# $1200-1500 budget, first road bike



## bigsteve3570 (Jun 18, 2009)

I'm a cross country mountain bike rider looking to start racing and doing events on the road in unison with my mtb races. The problem is that I have absolutely no idea where to start.... I don't know what components to look for and what not. Can anyone reccommend me the best bang for the buck? Preferably from Giant, specialized, and cannondale(edit: also trek is fine) since that's mostly what the LBS' carry around here.

It may seem like i'm lazy, but i've honestly tried doing research on this and i'm afraid i'll make a terrible purchase (sorta feels like how it felt when I first looked to purchase an xc bike ).

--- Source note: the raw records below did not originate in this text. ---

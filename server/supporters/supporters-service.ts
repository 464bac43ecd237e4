// Who gives: found again by address and name together, never by one alone; couples often share an address.
import { z } from 'zod';
import type { Db, Trx } from '#server/platform/db.ts';

export type NewSupporter = {
  name: string;
  greeting: string;
  email: string;
  phone: string | null;
  addressLine1: string | null;
  addressLine2: string | null;
  town: string | null;
  postcode: string | null;
  country: string;
  isNameWithheld: boolean;
  at: Date;
};

const foundSchema = z.object({ id: z.string(), name: z.string(), is_name_withheld: z.boolean() });

/** Letters alone decide: case, accents' spelling and spaces do not make another person. */
const sameName = (one: string, other: string): boolean => normalise(one) === normalise(other);
const normalise = (name: string): string =>
  name.normalize('NFKC').toLocaleLowerCase('en-GB').replaceAll(/\s+/g, ' ').trim();

/**
 * The supporter with this address and name, or a new one. What is on record is not overwritten by a public
 * form; a wish to be hidden always counts.
 */
export async function keepSupporter(
  trx: Trx,
  supporter: NewSupporter,
): Promise<{ id: string; isNew: boolean }> {
  // Two gifts of one person at once must not make two people.
  await trx.raw('select pg_advisory_xact_lock(hashtextextended(?, 0))', [
    `supporter:${supporter.email.toLowerCase()}`,
  ]);
  const found: unknown[] = await trx('supporters')
    .whereRaw('lower(email) = ?', [supporter.email.toLowerCase()])
    .whereNull('merged_into')
    .whereNull('erased_at')
    .orderBy('created_at')
    .select('id', 'name', 'is_name_withheld');
  const same = found.map((row) => foundSchema.parse(row)).find((row) => sameName(row.name, supporter.name));
  if (same) {
    if (supporter.isNameWithheld && !same.is_name_withheld)
      await trx('supporters').where({ id: same.id }).update({ is_name_withheld: true });
    return { id: same.id, isNew: false };
  }
  const [row] = await trx('supporters')
    .insert({
      name: supporter.name,
      greeting: supporter.greeting,
      email: supporter.email,
      phone: supporter.phone,
      address_line1: supporter.addressLine1,
      address_line2: supporter.addressLine2,
      town: supporter.town,
      postcode: supporter.postcode,
      country: supporter.country,
      is_name_withheld: supporter.isNameWithheld,
      created_at: supporter.at,
    })
    .returning<{ id: string }[]>('id');
  if (!row) throw new Error('the supporter was not written');
  return { id: row.id, isNew: true };
}

export const CHANNELS = ['email', 'post', 'phone'] as const;
export type Channel = (typeof CHANNELS)[number];

/** One row a channel, given or not: what was not agreed to is as much a record as what was. */
export async function keepConsents(
  trx: Trx,
  consent: {
    supporterId: string;
    wordingId: string;
    given: Record<Channel, boolean>;
    sourceKind: string;
    sourceId: string;
    at: Date;
  },
): Promise<void> {
  await trx('consents').insert(
    CHANNELS.map((channel) => ({
      supporter_id: consent.supporterId,
      channel,
      is_given: consent.given[channel],
      wording_id: consent.wordingId,
      source_kind: consent.sourceKind,
      source_id: consent.sourceId,
      recorded_at: consent.at,
    })),
  );
}

const consentRow = z.object({
  channel: z.enum(CHANNELS),
  is_given: z.boolean(),
  words: z.string(),
  version: z.number(),
});
export type KeptConsent = { channel: Channel; isGiven: boolean; wording: string; version: number };

export async function listConsents(db: Db, sourceKind: string, sourceId: string): Promise<KeptConsent[]> {
  const rows: unknown[] = await db('consents as c')
    .join('wordings as w', 'w.id', 'c.wording_id')
    .where({ 'c.source_kind': sourceKind, 'c.source_id': sourceId })
    .orderBy('c.id')
    .select('c.channel', 'c.is_given', 'w.words', 'w.version');
  return rows.map((row) => {
    const consent = consentRow.parse(row);
    return {
      channel: consent.channel,
      isGiven: consent.is_given,
      wording: consent.words,
      version: consent.version,
    };
  });
}
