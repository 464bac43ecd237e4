// The mail outbox, the nightly checks' results and the worker's sign of life.
import type { Knex } from 'knex';

export async function up(knex: Knex): Promise<void> {
  await knex.raw(`
    -- One row a message and recipient, written in the transaction of what it tells of.
    create table mail_outbox (
      id uuid primary key default gen_random_uuid(),
      message_id text not null constraint mail_outbox_message_key unique,
      kind text not null,
      subject_kind text not null,
      subject_id text not null,
      to_name text not null,
      to_address text not null,
      subject text not null,
      html text not null,
      plain text not null,
      state text not null default 'queued' check (
        state in ('queued','claimed','handing_over','sent','soft_failed','hard_failed','suppressed','uncertain')
      ),
      tries integer not null default 0,
      lease_until timestamptz,
      next_try_at timestamptz,
      handing_over_at timestamptz,
      sent_at timestamptz,
      response text,
      settled_by uuid references accounts,
      created_at timestamptz not null,
      constraint mail_outbox_subject_key unique (kind, subject_kind, subject_id)
    );
    create index mail_outbox_due on mail_outbox (created_at)
      where state in ('queued','claimed','handing_over','soft_failed');
    create index mail_outbox_owed on mail_outbox (created_at) where state in ('hard_failed','uncertain','soft_failed');

    create table check_runs (
      id bigint generated always as identity primary key,
      ran_at timestamptz not null,
      name text not null,
      faults integer not null,
      detail jsonb not null default '[]'
    );
    create index check_runs_name on check_runs (name, ran_at desc);

    create table worker_beats (
      name text primary key,
      beat_at timestamptz not null
    );
  `);
}

export async function down(knex: Knex): Promise<void> {
  await knex.raw(`drop table worker_beats, check_runs, mail_outbox;`);
}
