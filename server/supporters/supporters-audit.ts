// The audit lines of what changed of a supporter: the values stand apart, where an erasure can clear them.
import { recordAudit } from '#server/accounts/index.ts';
import type { Trx } from '#server/platform/db.ts';

export type SupporterDeed = 'supporter-recorded' | 'supporter-filled' | 'supporter-name-withheld';
export type PersonalChange = { field: string; before: string | null; after: string | null };

/** By the giver's own hand: a public form is all that writes here. */
export const recordSupporter = (
  trx: Trx,
  deed: SupporterDeed,
  { id, at }: { id: string; at: Date },
  changes: readonly PersonalChange[],
): Promise<void> =>
  recordAudit(trx, {
    at,
    actor: { kind: 'giver', supporterId: id },
    action: deed,
    objectKind: 'supporter',
    objectId: id,
    personal: changes.map((change) => ({ personKind: 'supporter', personId: id, ...change })),
  });
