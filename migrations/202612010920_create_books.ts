// The double-entry books: append-only, and balanced per entry and per fund by the database itself.
import type { Knex } from 'knex';

export async function up(knex: Knex): Promise<void> {
  await knex.raw(`
    create table funds (
      id uuid primary key default gen_random_uuid(),
      slug text not null constraint funds_slug_key unique,
      name text not null,
      restriction text not null check (restriction in ('restricted','unrestricted')),
      purpose text not null
    );

    create schema books;
    create table books.accounts (
      code text primary key,
      name text not null,
      kind text not null check (kind in ('asset','income','expense','contra-income','suspense'))
    );
    create table books.entries (
      id uuid primary key default gen_random_uuid(),
      day date not null,
      recorded_at timestamptz not null,
      source text not null,
      source_id text not null,
      kind text not null,
      constraint entries_source_key unique (source, source_id, kind)
    );
    create index entries_day on books.entries (day);
    create table books.lines (
      id bigint generated always as identity primary key,
      entry_id uuid not null references books.entries,
      account_code text not null references books.accounts,
      fund_id uuid not null references public.funds,
      -- Debit is positive, credit negative.
      amount_pence bigint not null constraint lines_amount_not_zero check (amount_pence <> 0)
    );
    create index lines_entry on books.lines (entry_id);
    create index lines_account on books.lines (account_code, fund_id);

    create function books.refuse_change() returns trigger language plpgsql as $$
    begin
      raise exception 'the books are never changed or cut: post a new entry' using errcode = '23514', constraint = 'append_only';
    end $$;
    create trigger entries_append_only before update or delete on books.entries for each row execute function books.refuse_change();
    create trigger lines_append_only before update or delete on books.lines for each row execute function books.refuse_change();
    create trigger entries_no_truncate before truncate on books.entries for each statement execute function books.refuse_change();
    create trigger lines_no_truncate before truncate on books.lines for each statement execute function books.refuse_change();

    create function books.check_entry() returns trigger language plpgsql as $$
    declare
      wanted uuid;
    begin
      -- Two statements: a single expression would look for both columns in either table.
      if tg_table_name = 'entries' then wanted := new.id; else wanted := new.entry_id; end if;
      if (select count(*) from books.lines where entry_id = wanted) < 2 then
        raise exception 'entry % has fewer than two lines', wanted using errcode = '23514', constraint = 'entry_has_lines';
      end if;
      if exists (select 1 from books.lines where entry_id = wanted group by fund_id having sum(amount_pence) <> 0) then
        raise exception 'entry % does not balance in each of its funds', wanted using errcode = '23514', constraint = 'entry_balances';
      end if;
      return null;
    end $$;
    -- Two triggers: a check on the lines alone never fires for an entry that has none.
    create constraint trigger entries_balanced after insert on books.entries
      deferrable initially deferred for each row execute function books.check_entry();
    create constraint trigger lines_balanced after insert on books.lines
      deferrable initially deferred for each row execute function books.check_entry();

    insert into books.accounts (code, name, kind) values
      ('bank:current', 'Current account', 'asset'),
      ('cash:in-hand', 'Cash in hand', 'asset'),
      ('cheques:undeposited', 'Cheques not yet banked', 'asset'),
      ('card:pending', 'Card service, not yet available', 'asset'),
      ('card:available', 'Card service, available', 'asset'),
      ('card:in-transit', 'Card service, on its way to the bank', 'asset'),
      ('disputes:held', 'Held back in disputes', 'asset'),
      ('income:gifts:card', 'Gifts by card', 'income'),
      ('refunds:gifts', 'Gifts given back', 'contra-income'),
      ('expense:card-fees', 'Card fees', 'expense'),
      ('expense:dispute-fees', 'Dispute fees', 'expense'),
      ('suspense:unpegged', 'Not yet pegged', 'suspense'),
      ('rounding', 'Rounding, always nothing', 'suspense');
  `);
}

export async function down(knex: Knex): Promise<void> {
  await knex.raw(`drop schema books cascade; drop table funds;`);
}
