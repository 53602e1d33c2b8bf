import { addBench, addFixture } from "@/modules/flow/commands/gear";
import { addDays, localDate } from "@/modules/kernel/instant";
import { addPart } from "@/modules/stock/commands/parts";
import { openStock } from "@/modules/stock/commands/adjust";
import { castOf, must, type Cast } from "../cast";
import { TAMARACK } from "../facts/tamarack";
import { engineFamilies } from "./gear";
import { tellJob, type Gear, type JobPlan } from "./job";
import { customersOf, menuOnTheWall } from "./set-up";

const HANDS = { CLN: "Ines", TDN: "Ines", PRT: "Ines", FLB: "Ines", PIN: "Radek", PEX: "Radek", SEA: "Radek", LAP: "Radek", FLF: "Ines", ASM: "Ines", INS: "Ines" };
const SEATS: JobPlan["labor"] = [["CLN", "1"], ["TDN", "1"], ["SEA", "4"], ["LAP", "1"], ["INS", "1"]];
const PORTS: JobPlan["labor"] = [["CLN", "1"], ["TDN", "1"], ["FLB", "1"], ["PIN", "1"], ["PEX", "1"], ["SEA", "4"], ["LAP", "1"], ["FLF", "1"], ["INS", "1"]];

/** What it works on; the first and the third are flowed. */
const FAMILIES = ["S450-4V", "T690-8V", "Q450-4V"] as const;

/** Tamarack Bench & Valve: three people, six orders, euros and VAT. */
export async function tellTamarack(ownerUrl: string, pinPepper: string, now: Date): Promise<Cast> {
  const cast = await castOf(ownerUrl, pinPepper, TAMARACK);
  const first = "2025-06-02T08:00";
  await menuOnTheWall(cast, "Svea", first, 0.9);
  const bench = must(await addBench(cast.as("Ines", first), { name: "Prüfstand" }));
  const fixture = must(await addFixture(cast.as("Ines", first), { name: "Bohrung 96", boreMm: "96" }));
  await engineFamilies(cast, "Ines", first, FAMILIES);
  const part = must(await addPart(cast.as("Svea", first), { sku: "DICHT-82", description: "Head gasket 82", partClass: "gasket", salePrice: "24.50" }));
  must(await openStock(cast.as("Svea", first), { partId: part.id, qty: "6", value: "61.20", reason: "taken on" }));
  const people = [
    { name: "Jonas Wiebe", email: "jonas@wiebe.example", phone: "030 5550101" }, { name: "Atelier Moreau", email: "atelier@moreau.example", phone: "030 5550102" }, { name: "Zoë Ångström", email: "zoe@angstrom.example", phone: "030 5550103" },
  ];
  const ids = await customersOf(cast, "Svea", first, people);
  const gear: Gear = { parts: {}, room: { benchId: bench.id, olderBenchId: bench.id, fixtures: new Map([[96, fixture.id]]), liftDeviceId: "", camshaftId: "" }, hands: HANDS, counter: "Svea", receiver: "Ines", books: "Svea", inspector: "Ines" };
  const today = localDate(now, cast.shop.zone);
  const stories: [opened: string, to: JobPlan["to"], done?: number][] = [["2026-04-13", "gone"], ["2026-06-08", "gone"], [addDays(today, -40), "invoiced"], [addDays(today, -24), "in work", 3], [addDays(today, -8), "booked in"], [addDays(today, -1), "sent"]];
  for (const [i, [opened, to, done]] of stories.entries()) {
    const c = people[i % people.length];
    await tellJob(cast, gear, {
      customerId: ids[c?.name ?? ""] ?? "", mail: c?.email ?? "", customer: c?.name ?? "", family: FAMILIES[i % FAMILIES.length] ?? "S450-4V", opened, promised: addDays(opened, 21), labor: i % 2 ? SEATS : PORTS, shelf: [], to, ...(done ? { done } : {}),
    }, i + 70);
  }
  return cast;
}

Please, nothing higher than $1500.

Thanks.


----------



## Guest (Feb 22, 2010)

Forn that price, well you have a few choices. For me, I am going to 
but a Le Champion CF from bikesdirect. Price $1499.00. Its a carbon
package, Ultegra Group, and its a comfy ride, not all bent over when 
it comes to your riding position, but not like a Hybred
When I do it, it will be the second bike I will be buying from them.
Yes I am a happy camper when it comes to them. I do not make
a lot of money so I do want the most bang for my buck.


----------



## bigsteve3570 (Jun 18, 2009)

dan5472 said:


> Forn that price, well you have a few choices. For me, I am going to
> but a Le Champion CF from bikesdirect. Price $1499.00. Its a carbon
> package, Ultegra Group, and its a comfy ride, not all bent over when
> it comes to your riding position, but not like a Hybred
> ...


Does bikesdirect ship to Canada? Also, like I said, i'm unfamiliar with Road bike parts. So, what you listed doesn't spark a light. Thanks though.


----------



## subie (Feb 21, 2010)

Check craigslist. You can get a great deal if you check enough, then take it to a shop to get fitted with left over cash. Where in Canada are you?


----------



## bigsteve3570 (Jun 18, 2009)

subie said:


> Check craigslist. You can get a great deal if you check enough, then take it to a shop to get fitted with left over cash. Where in Canada are you?


Mississauga, Ontario; near Toronto. But, I still wouldn't mind some more reccommendations.


----------



## PJ352 (Dec 5, 2007)

bigsteve3570 said:


> I'm a cross country mountain bike rider looking to start racing and doing events on the road in unison with my mtb races. The problem is that I have absolutely no idea where to start.... I don't know what components to look for and what not. Can anyone reccommend me the best bang for the buck? Preferably from Giant, specialized, and cannondale(edit: also trek is fine) since that's mostly what the LBS' carry around here.
> 
> It may seem like i'm lazy, but i've honestly tried doing research on this and i'm afraid i'll make a terrible purchase (sorta feels like how it felt when I first looked to purchase an xc bike ).
> 
> ...


As has been posted here numerous times, fit matters most, so I suggest that you visit reputable LBS's, discuss your cycling background, general fitness, types of riding you'll be doing and long term goals. The reputable shops will consider that info, maybe ask some questions (they'll at least need to know price range) and then size/ fit you to some bikes before test rides. 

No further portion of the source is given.